_Task to carry out_
Scan the entries below and return each line that contains "plugins".

(Stored data entries)
┌──

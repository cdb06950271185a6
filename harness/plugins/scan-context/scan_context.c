/* scan_context.c: the Scan Context descriptor (G. Kim and A. Kim, "Scan
 * Context: Egocentric Spatial Descriptor for Place Recognition within 3D
 * Point Cloud Map", IROS 2018) as a revisit plugin.
 *
 * Descriptor layout (see sc.h): sectors x rings floats, sector-major.
 * Cell (r, s) holds the largest height z + lift of the points in ring r
 * (equal widths up to max_range) and sector s (equal widths,
 * counter-clockwise from -pi; sc_image.c states the rule for points on a
 * boundary); an empty cell is 0.
 *
 * Turning the scan by m sectors counter-clockwise moves column s to s + m.
 * The key (one float per ring, the mean of the ring's row) does not change
 * under a turn and serves the prefilter.  The distance is the minimum over
 * column shifts k of 1 - mean cosine similarity of column j of a and column
 * j + k of b, over the columns non-empty in both; aux receives the best k
 * (sc_distance.c); distance_batch prepares a query once for all its
 * candidates.  Defaults (20 rings, 60 sectors, 80 m) are the published
 * ones, from memory; the lift of 2 m is the sensor height the published
 * code adds, from memory.
 */
#include <math.h>
#include <stdio.h>
#include <stdlib.h>

#include "harness/revisit_plugin.h"
#include "harness/plugins/scan-context/sc.h"

static const struct rv_setting sc_settings[] = {
    {"rings", RV_SET_INT, 20, 1, SC_MAX_RINGS, NULL, "number of range rings"},
    {"sectors", RV_SET_INT, 60, 4, SC_MAX_SECTORS, NULL, "number of azimuth sectors"},
    {"max_range", RV_SET_FLOAT, 80, 1, 1000, NULL, "largest planar range kept, metres"},
    {"lift", RV_SET_FLOAT, 2, -100, 100, NULL, "metres added to every height"},
};

static int sc_create(const double *v, void **inst, uint32_t *dim, uint32_t *key_dim, char *msg,
                     size_t len)
{
    struct sc *s = malloc(sizeof *s);
    if (!s) return snprintf(msg, len, "out of memory"), RV_ERR_NOMEM;
    s->rings = (int)v[0];
    s->sectors = (int)v[1];
    s->max_range_m = v[2];
    s->lift_m = v[3];
    s->pair = sc_pair_pick();
    s->many = sc_many_pick();
    s->image = sc_image_pick();
    sc_sector_init(s);
    *inst = s;
    *dim = (uint32_t)(s->rings * s->sectors);
    *key_dim = (uint32_t)s->rings;
    return RV_OK;
}

static int sc_describe(void *inst, const struct rv_scan *scan, float *desc, float *key, char *msg,
                       size_t len)
{
    (void)msg;
    (void)len;
    sc_image(inst, scan->xyzi, scan->n, desc, key);
    return RV_OK;
}

static double sc_distance(const void *inst, const float *a, const float *b, int32_t *aux)
{
    const struct sc *s = inst;
    return s->pair(s->rings, s->sectors, a, b, aux);
}

static int sc_distance_batch(const void *inst, const float *a, const float *const *b, size_t n, double *out,
                             int32_t *aux, char *msg, size_t len)
{
    (void)msg;
    (void)len;
    const struct sc *s = inst;
    s->many(s->rings, s->sectors, a, b, n, out, aux);
    return RV_OK;
}

static void sc_destroy(void *inst) { free(inst); }

static const struct rv_method sc_method = {
    RV_ABI_VERSION, sizeof sc_method, "scan-context", "1.2",
    "ring x sector maximum-height image, ring-key prefilter, shift-searched column cosine "
    "(Kim and Kim, IROS 2018)",
    sc_settings, sizeof sc_settings / sizeof *sc_settings, RV_DIST_CUSTOM, RV_FLAG_THREAD_SAFE,
    sc_create, sc_describe, sc_destroy, sc_distance, NULL, sc_distance_batch};

RV_EXPORT const struct rv_method *rv_method_entry(void) { return &sc_method; }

└──

_Result_
filename harness/plugins/scan-context/scan_context.c
#include "harness/plugins/scan-context/sc.h"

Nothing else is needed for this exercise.